Express has since appealed this refusal, as the request only aimed to establish the origin of the deficit figure – not gain details information about the Efficiency Programme arising from it.
But it isn’t only the media that has been declined this information.
In a written question to the Treasury Minister, Deputy Susie Pinel, Deputy Rob Ward asked: “What data was used to calculate this deficit?”
In a reply released this morning, Deputy Pinel simply stated that it was “based on forecasts using the latest information available at that time.”
Pictured: The Treasury Minister simply said the deficit figure was based on "forecasts".
The £30million to £40million gap in public finances has largely been used as the rationale for driving forward Chief Executive Charlie Parker’s ‘OneGov’ regime – a programme that has involved the largest ever shake-up to government services with the creation and renaming of several departments, with a focus on driving “efficiencies.”
At the time of the announcement, the Chief Minister explained that the upcoming deficit would therefore involve identifying “savings” and a “permanent reduction in the size of the States’ workforce”. The size of that reduction is still yet to be announced.
Since then, the deficit has also been quoted as the rationale for not providing cost-of-living pay rises to government workers, which led to industrial action by civil servants and teachers, which escalated into days of walk-out strikes.
When the island’s biggest civil service union, JCSA Prospect, urged the government to use £51million from savings and surpluses to put an end to the dispute, followed by proposals to do so by Deputy Geoff Southern, the Chief Minister firmly declined on the basis that the government was in a vulnerable position, predicting a funding shortfall of up to £40million.
The deficit has also been used as the justification for the employment of several highly-paid consultants and interim staff tasked with delivering these savings. Last week, Express revealed that their travel and accommodation expenses over 18 months totalled nearly £600,000.
Although full details of the ‘Efficiency Programme’ is yet to be made public, it is known that each department has been asked to trim its spending.
Pictured: The Chief Minister said the La Motte Street move for public-facing services would save money.

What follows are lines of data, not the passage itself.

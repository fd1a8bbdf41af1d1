package org.nebulith.cli;

import java.io.IOException;
import java.io.Reader;
import java.nio.charset.StandardCharsets;
import java.nio.file.Files;
import java.nio.file.Path;
import java.util.ArrayList;
import java.util.List;
import java.util.Set;

import org.nebulith.composition.ElementAbundances;
import org.nebulith.condensation.AllGasStart;
import org.nebulith.condensation.CondensationSequence;
import org.nebulith.condensation.PressurePath;
import org.nebulith.condensation.PressurePathReader;
import org.nebulith.condensation.SequenceRunner;
import org.nebulith.condensation.SequenceSettings;
import org.nebulith.progress.Alongside;
import org.nebulith.report.sequence.SequenceCautions;
import org.nebulith.report.sequence.SequenceCharts;
import org.nebulith.report.sequence.SequenceReport;
import org.nebulith.report.sequence.SequenceNotes;
import org.nebulith.report.sequence.SequenceTables;
import org.nebulith.equilibrium.ChemicalSystem;
import org.nebulith.equilibrium.ConvergenceException;
import org.nebulith.equilibrium.EquilibriumSolver;
import org.nebulith.equilibrium.SystemSpec;
import org.nebulith.errors.InputException;
import org.nebulith.errors.Messages;
import org.nebulith.errors.NumericalException;
import org.nebulith.format.Decimal;
import org.nebulith.progress.Progress;
import org.nebulith.files.RunFolder;
import org.nebulith.thermo.Element;
import org.nebulith.thermo.PhaseNames;

import picocli.CommandLine.Command;
import picocli.CommandLine.Mixin;
import picocli.CommandLine.Option;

But in an interview with Express, the Chief Minister, Senator John Le Fondré, declined to describe this as “cuts”.
Instead, he said that departments were being asked to find “one-off savings” that would carry forward – delivering “the same or better services” at a lower cost.
Providing a “tangible” example, he said that the decision to move attestation forms online would save "around £30,000" yearly in manpower and time.
He added that the decision to integrate several public-facing services at La Motte Street into the now ‘Customer and Local Services Department’ would also achieve a significant spending reduction.
The Chief Minister further added that the government was currently looking using facilities that are only put to full use “around 40% of the time” in a more productive way, but declined to provide further information.
Despite the Education and Infrastructure Ministers, among others, having previously publicly spoken of budgetary pressures, Senator Le Fondré denied that there were any tensions within the Council of Ministers team regarding identifying areas where expenditure could be slashed.